**EXERCISE GOAL**
Nothing but a number is needed: the count of lines below that include "newer".

*** Block opens ***

/* Whole files: bounds on reading, and replacing that leaves either the old or the new file. */
#include "util/files.h"

#include "util/cleanup.h"

#include <dirent.h>
#include <errno.h>
#include <fcntl.h>
#include <limits.h>
#include <setjmp.h>
#include <signal.h>
#include <stdarg.h>
#include <stddef.h>
#include <stdint.h>
#include <stdio.h>
#include <string.h>
#include <sys/resource.h>
#include <sys/stat.h>

#include <cmocka.h>

struct place {
    char root[32], path[64], beside[64];
};

static int make_place(void **state) {
    static struct place p;

    snprintf(p.root, sizeof(p.root), "/tmp/brink-files-XXXXXX");
    assert_non_null(mkdtemp(p.root));
    snprintf(p.path, sizeof(p.path), "%s/status.json", p.root);
    snprintf(p.beside, sizeof(p.beside), "%s/status.json.new", p.root);
    *state = &p;
    return 0;
}

static int remove_place(void **state) {
    const struct place *p = *state;

    remove(p->path);
    remove(p->beside);
    return rmdir(p->root);
}

static void assert_holds(const char *path, const char *expected) {
    scoped(free_p) char *text = NULL;
    size_t length;

    assert_int_equal(files_read(path, 1 << 20, &text, &length), 0);
    assert_int_equal(length, strlen(expected));
    assert_string_equal(text, expected);
}

static int entries(const char *folder) {
    DIR *dir = opendir(folder);
    int n = 0;

    assert_non_null(dir);
    while (readdir(dir))
        n++;
    closedir(dir);
    return n - 2; /* . and .. */
}

static void test_replace_and_read(void **state) {
    const struct place *p = *state;
    struct stat st;
    mode_t mask = umask(0077);

    assert_int_equal(files_replace(p->path, "one", 3, 0644, false), 0);
    umask(mask);
    assert_holds(p->path, "one");
    assert_int_equal(stat(p->path, &st), 0);
    assert_int_equal(st.st_mode & 07777, 0644); /* whatever the umask */
    assert_int_equal(files_replace(p->path, "", 0, 0600, true), 0);
    assert_holds(p->path, "");
    assert_int_equal(stat(p->path, &st), 0);
    assert_int_equal(st.st_mode & 07777, 0600);
    assert_int_equal(entries(p->root), 1);
}

/* Who opened the old file goes on reading the old file: it is replaced, not written over. */
static void test_reader_of_the_old_file_is_left_alone(void **state) {
    const struct place *p = *state;
    char text[8] = "";

    assert_int_equal(files_replace(p->path, "old", 3, 0644, false), 0);
    scoped(close_p) int fd = open(p->path, O_RDONLY | O_CLOEXEC);
    assert_true(fd >= 0);
    assert_int_equal(files_replace(p->path, "newer", 5, 0644, false), 0);
    assert_int_equal(read(fd, text, sizeof(text)), 3);
    assert_memory_equal(text, "old", 3);
    assert_holds(p->path, "newer");
}

/* A writer that was killed leaves its half file; a link laid there must not be followed. */
static void test_leftovers(void **state) {
    const struct place *p = *state;
    FILE *half = fopen(p->beside, "we");

    assert_non_null(half);
    fputs("half", half);
    fclose(half);
    assert_int_equal(files_replace(p->path, "whole", 5, 0644, false), 0);
    assert_holds(p->path, "whole");
    assert_int_equal(entries(p->root), 1);
    assert_int_equal(symlink(p->path, p->beside), 0);
    assert_int_equal(files_replace(p->path, "again", 5, 0644, false), 0);
    assert_holds(p->path, "again");
    assert_int_equal(entries(p->root), 1);
}

/* The target is a folder, so the rename fails after the writing: nothing may stay behind. */
static void test_failed_replace_leaves_nothing(void **state) {
    const struct place *p = *state;
    char longer[PATH_MAX + 1];

    assert_int_equal(mkdir(p->path, 0700), 0);
    assert_int_equal(files_replace(p->path, "x", 1, 0644, false), -EISDIR);
    assert_int_equal(entries(p->root), 1);
    assert_int_equal(rmdir(p->path), 0);
    assert_int_equal(files_replace("/nonexistent/x", "x", 1, 0644, true), -ENOENT);
    memset(longer, 'a', PATH_MAX);
    longer[PATH_MAX] = '\0';
    assert_int_equal(files_replace(longer, "x", 1, 0644, false), -ENAMETOOLONG);
    longer[PATH_MAX - 4] = '\0'; /* fits, but not with .new and the NUL */
    assert_int_equal(files_replace(longer, "x", 1, 0644, false), -ENAMETOOLONG);
}

/* A limit on the size of files stands for a full disk: the first write is short, the next fails. */
static void test_full_disk_leaves_the_old_file(void **state) {
    const struct place *p = *state;
    struct rlimit old, tight;

    assert_int_equal(files_replace(p->path, "old", 3, 0644, false), 0);
    assert_int_equal(getrlimit(RLIMIT_FSIZE, &old), 0);
    tight = old;
    tight.rlim_cur = 4;
    sighandler_t handler = signal(SIGXFSZ, SIG_IGN);
    assert_int_equal(setrlimit(RLIMIT_FSIZE, &tight), 0);
    int r = files_replace(p->path, "longer", 6, 0644, false);
    assert_int_equal(setrlimit(RLIMIT_FSIZE, &old), 0);
    signal(SIGXFSZ, handler);
    assert_int_equal(r, -EFBIG);
    assert_holds(p->path, "old");
    assert_int_equal(entries(p->root), 1);
}

static void test_relative_path_is_synced_in_its_folder(void **state) {
    const struct place *p = *state;
    char here[PATH_MAX];

    assert_non_null(getcwd(here, sizeof(here)));
    assert_int_equal(chdir(p->root), 0);
    assert_int_equal(files_replace("status.json", "x", 1, 0644, true), 0);
    assert_int_equal(chdir(here), 0);
    assert_holds(p->path, "x");
}

static void test_read_bound(void **state) {
    const struct place *p = *state;
    char *text = (char *)"untouched";
    size_t length = 77;

    assert_int_equal(files_replace(p->path, "12345", 5, 0600, false), 0);
    assert_int_equal(files_read(p->path, 4, &text, &length), -EFBIG);
    assert_int_equal(files_read(p->root, 4, &text, &length), -EISDIR);
    assert_int_equal(files_read(p->beside, 4, &text, &length), -ENOENT);
    assert_string_equal(text, "untouched");
    assert_int_equal(length, 77);
    assert_int_equal(files_read(p->path, 5, &text, &length), 0);
    assert_int_equal(length, 5);
    assert_string_equal(text, "12345");
    free(text);
}

/* Sizes about the first block and its doublings; NULs are kept and one more is behind the end. */
static void test_read_sizes(void **state) {
    static const size_t sizes[] = {0, 1, 4095, 4096, 4097, 8191, 8192, 8193, 70000};
    const struct place *p = *state;

    for (size_t i = 0; i < sizeof(sizes) / sizeof(sizes[0]); i++) {
        scoped(free_p) char *data = calloc(1, sizes[i] + 1), *text = NULL;
        size_t length = 1;
        assert_non_null(data);
        for (size_t k = 0; k < sizes[i]; k++)
            data[k] = (char)(k * 31);
        assert_int_equal(files_replace(p->path, data, sizes[i], 0600, false), 0);
        assert_int_equal(files_read(p->path, 70000, &text, &length), 0);
        assert_int_equal(length, sizes[i]);
        assert_memory_equal(text, data, sizes[i] + 1);
    }
}

/* Files that do not tell their size: /proc, a pipe, a FIFO. */
static void test_read_without_a_size(void **state) {
    const struct place *p = *state;
    scoped(free_p) char *text = NULL, *piped = NULL, *none = NULL;
    char path[32];
    size_t length;
    int ends[2];

    assert_int_equal(files_read("/proc/self/smaps", 1 << 20, &text, &length), 0);
    assert_true(length > 4096 && strlen(text) == length);
    assert_int_equal(files_read("/dev/zero", 10000, &none, &length), -EFBIG);

    assert_int_equal(pipe2(ends, O_CLOEXEC), 0);
    assert_int_equal(write(ends[1], "piped", 5), 5);
    snprintf(path, sizeof(path), "/proc/self/fd/%d", ends[0]);
    close(ends[1]);
    assert_int_equal(files_read(path, 100, &piped, &length), 0);
    close(ends[0]);
    assert_string_equal(piped, "piped");

    assert_int_equal(mkfifo(p->path, 0600), 0);
    assert_int_equal(files_read(p->path, 100, &none, &length), 0); /* does not wait for a writer */
    assert_int_equal(length, 0);
}

int main(void) {
    const struct CMUnitTest tests[] = {
        cmocka_unit_test_setup_teardown(test_replace_and_read, make_place, remove_place),
        cmocka_unit_test_setup_teardown(test_reader_of_the_old_file_is_left_alone, make_place,
                                        remove_place),
        cmocka_unit_test_setup_teardown(test_leftovers, make_place, remove_place),
        cmocka_unit_test_setup_teardown(test_failed_replace_leaves_nothing, make_place,
                                        remove_place),
        cmocka_unit_test_setup_teardown(test_full_disk_leaves_the_old_file, make_place,
                                        remove_place),
        cmocka_unit_test_setup_teardown(test_relative_path_is_synced_in_its_folder, make_place,
                                        remove_place),
        cmocka_unit_test_setup_teardown(test_read_bound, make_place, remove_place),
        cmocka_unit_test_setup_teardown(test_read_sizes, make_place, remove_place),
        cmocka_unit_test_setup_teardown(test_read_without_a_size, make_place, remove_place),
    };

    return cmocka_run_group_tests(tests, NULL, NULL);
}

*** Block closes ***

**SOLVED PROBLEM**
2